*** Data extract ***

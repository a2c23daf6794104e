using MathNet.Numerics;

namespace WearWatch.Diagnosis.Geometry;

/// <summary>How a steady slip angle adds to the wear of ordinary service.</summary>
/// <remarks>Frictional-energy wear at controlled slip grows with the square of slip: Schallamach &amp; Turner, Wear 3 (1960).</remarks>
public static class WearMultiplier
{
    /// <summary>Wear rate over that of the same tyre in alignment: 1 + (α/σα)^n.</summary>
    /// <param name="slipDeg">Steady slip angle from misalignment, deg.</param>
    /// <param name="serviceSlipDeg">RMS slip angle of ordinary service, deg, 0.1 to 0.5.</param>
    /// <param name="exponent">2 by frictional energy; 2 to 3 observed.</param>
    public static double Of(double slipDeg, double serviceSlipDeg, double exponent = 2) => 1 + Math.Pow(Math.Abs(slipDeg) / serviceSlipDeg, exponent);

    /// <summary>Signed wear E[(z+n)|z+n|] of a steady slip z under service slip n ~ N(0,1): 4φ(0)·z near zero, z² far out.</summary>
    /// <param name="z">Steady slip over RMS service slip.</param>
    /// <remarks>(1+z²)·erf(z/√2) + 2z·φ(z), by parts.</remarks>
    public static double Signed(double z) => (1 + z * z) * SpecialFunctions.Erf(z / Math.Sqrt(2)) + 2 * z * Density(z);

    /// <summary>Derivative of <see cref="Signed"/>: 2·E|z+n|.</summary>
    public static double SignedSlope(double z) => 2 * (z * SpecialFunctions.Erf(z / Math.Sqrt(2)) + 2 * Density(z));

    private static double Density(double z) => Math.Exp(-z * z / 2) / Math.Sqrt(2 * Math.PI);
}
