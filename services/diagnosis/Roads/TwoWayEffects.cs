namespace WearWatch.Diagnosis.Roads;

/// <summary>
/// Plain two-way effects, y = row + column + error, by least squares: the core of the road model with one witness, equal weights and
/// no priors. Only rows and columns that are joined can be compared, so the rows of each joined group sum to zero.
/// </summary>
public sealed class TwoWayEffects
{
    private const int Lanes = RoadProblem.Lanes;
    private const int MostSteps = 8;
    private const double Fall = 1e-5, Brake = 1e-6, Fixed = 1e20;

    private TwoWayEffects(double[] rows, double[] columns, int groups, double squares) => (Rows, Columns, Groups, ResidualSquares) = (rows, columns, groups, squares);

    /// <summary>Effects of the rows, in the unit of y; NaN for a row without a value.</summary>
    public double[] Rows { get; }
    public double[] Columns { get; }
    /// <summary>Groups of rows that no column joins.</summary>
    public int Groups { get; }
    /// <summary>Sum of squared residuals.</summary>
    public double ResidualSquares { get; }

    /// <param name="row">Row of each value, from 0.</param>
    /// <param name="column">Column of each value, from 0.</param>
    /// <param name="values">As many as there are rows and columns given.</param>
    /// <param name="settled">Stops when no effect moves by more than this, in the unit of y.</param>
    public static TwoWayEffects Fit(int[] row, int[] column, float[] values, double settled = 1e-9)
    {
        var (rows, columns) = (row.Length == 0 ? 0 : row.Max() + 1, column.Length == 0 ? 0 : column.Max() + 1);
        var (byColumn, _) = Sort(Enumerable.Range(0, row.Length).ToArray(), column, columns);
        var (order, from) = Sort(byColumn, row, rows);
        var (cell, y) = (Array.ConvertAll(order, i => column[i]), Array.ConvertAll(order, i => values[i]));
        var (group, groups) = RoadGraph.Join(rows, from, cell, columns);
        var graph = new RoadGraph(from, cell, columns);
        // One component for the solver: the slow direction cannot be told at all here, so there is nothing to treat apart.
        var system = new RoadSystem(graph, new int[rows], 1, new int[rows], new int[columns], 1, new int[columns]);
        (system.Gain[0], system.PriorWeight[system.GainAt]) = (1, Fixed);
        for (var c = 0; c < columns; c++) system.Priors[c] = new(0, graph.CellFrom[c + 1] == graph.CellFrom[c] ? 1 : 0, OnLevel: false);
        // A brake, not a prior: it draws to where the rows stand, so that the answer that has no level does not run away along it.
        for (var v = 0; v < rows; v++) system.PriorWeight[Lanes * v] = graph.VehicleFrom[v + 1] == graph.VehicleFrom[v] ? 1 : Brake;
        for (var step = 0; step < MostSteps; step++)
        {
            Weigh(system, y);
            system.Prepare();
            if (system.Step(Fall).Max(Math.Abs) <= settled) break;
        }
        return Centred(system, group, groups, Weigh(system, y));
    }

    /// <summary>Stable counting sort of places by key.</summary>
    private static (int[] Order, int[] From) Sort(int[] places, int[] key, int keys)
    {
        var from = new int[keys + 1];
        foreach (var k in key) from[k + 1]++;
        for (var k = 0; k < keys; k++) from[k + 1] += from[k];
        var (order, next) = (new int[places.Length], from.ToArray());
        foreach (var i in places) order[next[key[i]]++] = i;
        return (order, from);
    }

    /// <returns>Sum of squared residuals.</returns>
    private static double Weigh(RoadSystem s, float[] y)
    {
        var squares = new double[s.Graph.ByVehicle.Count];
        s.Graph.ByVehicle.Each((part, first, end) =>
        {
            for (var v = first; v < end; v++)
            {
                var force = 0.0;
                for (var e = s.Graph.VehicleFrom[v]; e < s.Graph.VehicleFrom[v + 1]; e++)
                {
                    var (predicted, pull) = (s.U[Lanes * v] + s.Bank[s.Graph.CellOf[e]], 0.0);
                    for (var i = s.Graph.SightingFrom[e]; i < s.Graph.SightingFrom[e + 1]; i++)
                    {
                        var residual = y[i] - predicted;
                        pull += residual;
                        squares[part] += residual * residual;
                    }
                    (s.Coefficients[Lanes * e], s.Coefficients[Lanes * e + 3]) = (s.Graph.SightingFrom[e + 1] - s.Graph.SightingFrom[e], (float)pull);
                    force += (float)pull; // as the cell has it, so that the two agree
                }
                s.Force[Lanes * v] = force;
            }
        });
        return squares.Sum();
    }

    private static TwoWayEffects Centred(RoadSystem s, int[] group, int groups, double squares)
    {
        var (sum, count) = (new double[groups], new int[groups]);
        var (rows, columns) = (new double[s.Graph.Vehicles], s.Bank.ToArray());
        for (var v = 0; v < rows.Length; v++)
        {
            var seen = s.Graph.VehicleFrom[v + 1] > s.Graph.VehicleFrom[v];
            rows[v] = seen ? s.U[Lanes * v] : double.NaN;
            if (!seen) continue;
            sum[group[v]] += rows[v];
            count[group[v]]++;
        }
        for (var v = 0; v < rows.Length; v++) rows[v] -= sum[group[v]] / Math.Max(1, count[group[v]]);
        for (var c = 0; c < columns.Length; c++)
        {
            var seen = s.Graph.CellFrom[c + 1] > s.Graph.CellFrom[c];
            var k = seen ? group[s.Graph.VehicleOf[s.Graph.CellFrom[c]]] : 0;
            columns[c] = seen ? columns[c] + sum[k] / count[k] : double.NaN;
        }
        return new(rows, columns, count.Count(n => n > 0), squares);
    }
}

*** End of Data extract ***

Your reply must contain each entry, reproduced exactly.

repository a2c23daf6794104e
using MathNet.Numerics;

namespace WearWatch.Diagnosis.Geometry;

/// <summary>How a steady slip angle adds to the wear of ordinary service.</summary>
/// <remarks>Frictional-energy wear at controlled slip grows with the square of slip: Schallamach &amp; Turner, Wear 3 (1960).</remarks>
public static class WearMultiplier
{
    /// <summary>Wear rate over that of the same tyre in alignment: 1 + (α/σα)^n.</summary>
    /// <param name="slipDeg">Steady slip angle from misalignment, deg.</param>
    /// <param name="serviceSlipDeg">RMS slip angle of ordinary service, deg, 0.1 to 0.5.</param>
    /// <param name="exponent">2 by frictional energy; 2 to 3 observed.</param>
    public static double Of(double slipDeg, double serviceSlipDeg, double exponent = 2) => 1 + Math.Pow(Math.Abs(slipDeg) / serviceSlipDeg, exponent);

    /// <summary>Signed wear E[(z+n)|z+n|] of a steady slip z under service slip n ~ N(0,1): 4φ(0)·z near zero, z² far out.</summary>
    /// <param name="z">Steady slip over RMS service slip.</param>
    /// <remarks>(1+z²)·erf(z/√2) + 2z·φ(z), by parts.</remarks>
    public static double Signed(double z) => (1 + z * z) * SpecialFunctions.Erf(z / Math.Sqrt(2)) + 2 * z * Density(z);

    /// <summary>Derivative of <see cref="Signed"/>: 2·E|z+n|.</summary>
    public static double SignedSlope(double z) => 2 * (z * SpecialFunctions.Erf(z / Math.Sqrt(2)) + 2 * Density(z));

    private static double Density(double z) => Math.Exp(-z * z / 2) / Math.Sqrt(2 * Math.PI);
}
filename services/diagnosis/Roads/TwoWayEffects.cs
namespace WearWatch.Diagnosis.Roads;

/// <summary>
/// Plain two-way effects, y = row + column + error, by least squares: the core of the road model with one witness, equal weights and
/// no priors. Only rows and columns that are joined can be compared, so the rows of each joined group sum to zero.
/// </summary>
public sealed class TwoWayEffects
{
    private const int Lanes = RoadProblem.Lanes;
    private const int MostSteps = 8;
    private const double Fall = 1e-5, Brake = 1e-6, Fixed = 1e20;

    private TwoWayEffects(double[] rows, double[] columns, int groups, double squares) => (Rows, Columns, Groups, ResidualSquares) = (rows, columns, groups, squares);

    /// <summary>Effects of the rows, in the unit of y; NaN for a row without a value.</summary>
    public double[] Rows { get; }
    public double[] Columns { get; }
    /// <summary>Groups of rows that no column joins.</summary>
    public int Groups { get; }
    /// <summary>Sum of squared residuals.</summary>
    public double ResidualSquares { get; }

    /// <param name="row">Row of each value, from 0.</param>
    /// <param name="column">Column of each value, from 0.</param>
    /// <param name="values">As many as there are rows and columns given.</param>
    /// <param name="settled">Stops when no effect moves by more than this, in the unit of y.</param>
    public static TwoWayEffects Fit(int[] row, int[] column, float[] values, double settled = 1e-9)
    {
        var (rows, columns) = (row.Length == 0 ? 0 : row.Max() + 1, column.Length == 0 ? 0 : column.Max() + 1);
        var (byColumn, _) = Sort(Enumerable.Range(0, row.Length).ToArray(), column, columns);
        var (order, from) = Sort(byColumn, row, rows);
        var (cell, y) = (Array.ConvertAll(order, i => column[i]), Array.ConvertAll(order, i => values[i]));
        var (group, groups) = RoadGraph.Join(rows, from, cell, columns);
        var graph = new RoadGraph(from, cell, columns);
        // One component for the solver: the slow direction cannot be told at all here, so there is nothing to treat apart.
        var system = new RoadSystem(graph, new int[rows], 1, new int[rows], new int[columns], 1, new int[columns]);
        (system.Gain[0], system.PriorWeight[system.GainAt]) = (1, Fixed);
        for (var c = 0; c < columns; c++) system.Priors[c] = new(0, graph.CellFrom[c + 1] == graph.CellFrom[c] ? 1 : 0, OnLevel: false);
        // A brake, not a prior: it draws to where the rows stand, so that the answer that has no level does not run away along it.
        for (var v = 0; v < rows; v++) system.PriorWeight[Lanes * v] = graph.VehicleFrom[v + 1] == graph.VehicleFrom[v] ? 1 : Brake;
        for (var step = 0; step < MostSteps; step++)
        {
            Weigh(system, y);
            system.Prepare();
            if (system.Step(Fall).Max(Math.Abs) <= settled) break;
        }
        return Centred(system, group, groups, Weigh(system, y));
    }

    /// <summary>Stable counting sort of places by key.</summary>
    private static (int[] Order, int[] From) Sort(int[] places, int[] key, int keys)
    {
        var from = new int[keys + 1];
        foreach (var k in key) from[k + 1]++;
        for (var k = 0; k < keys; k++) from[k + 1] += from[k];
        var (order, next) = (new int[places.Length], from.ToArray());
        foreach (var i in places) order[next[key[i]]++] = i;
        return (order, from);
    }

    /// <returns>Sum of squared residuals.</returns>
    private static double Weigh(RoadSystem s, float[] y)
    {
        var squares = new double[s.Graph.ByVehicle.Count];
        s.Graph.ByVehicle.Each((part, first, end) =>
        {
            for (var v = first; v < end; v++)
            {
                var force = 0.0;
                for (var e = s.Graph.VehicleFrom[v]; e < s.Graph.VehicleFrom[v + 1]; e++)
                {
                    var (predicted, pull) = (s.U[Lanes * v] + s.Bank[s.Graph.CellOf[e]], 0.0);
                    for (var i = s.Graph.SightingFrom[e]; i < s.Graph.SightingFrom[e + 1]; i++)
                    {
                        var residual = y[i] - predicted;
                        pull += residual;
                        squares[part] += residual * residual;
                    }
                    (s.Coefficients[Lanes * e], s.Coefficients[Lanes * e + 3]) = (s.Graph.SightingFrom[e + 1] - s.Graph.SightingFrom[e], (float)pull);
                    force += (float)pull; // as the cell has it, so that the two agree
                }
                s.Force[Lanes * v] = force;
            }
        });
        return squares.Sum();
    }

    private static TwoWayEffects Centred(RoadSystem s, int[] group, int groups, double squares)
    {
        var (sum, count) = (new double[groups], new int[groups]);
        var (rows, columns) = (new double[s.Graph.Vehicles], s.Bank.ToArray());
        for (var v = 0; v < rows.Length; v++)
        {
            var seen = s.Graph.VehicleFrom[v + 1] > s.Graph.VehicleFrom[v];
            rows[v] = seen ? s.U[Lanes * v] : double.NaN;
            if (!seen) continue;
            sum[group[v]] += rows[v];
            count[group[v]]++;
        }
        for (var v = 0; v < rows.Length; v++) rows[v] -= sum[group[v]] / Math.Max(1, count[group[v]]);
        for (var c = 0; c < columns.Length; c++)
        {
            var seen = s.Graph.CellFrom[c + 1] > s.Graph.CellFrom[c];
            var k = seen ? group[s.Graph.VehicleOf[s.Graph.CellFrom[c]]] : 0;
            columns[c] = seen ? columns[c] + sum[k] / count[k] : double.NaN;
        }
        return new(rows, columns, count.Count(n => n > 0), squares);
    }
}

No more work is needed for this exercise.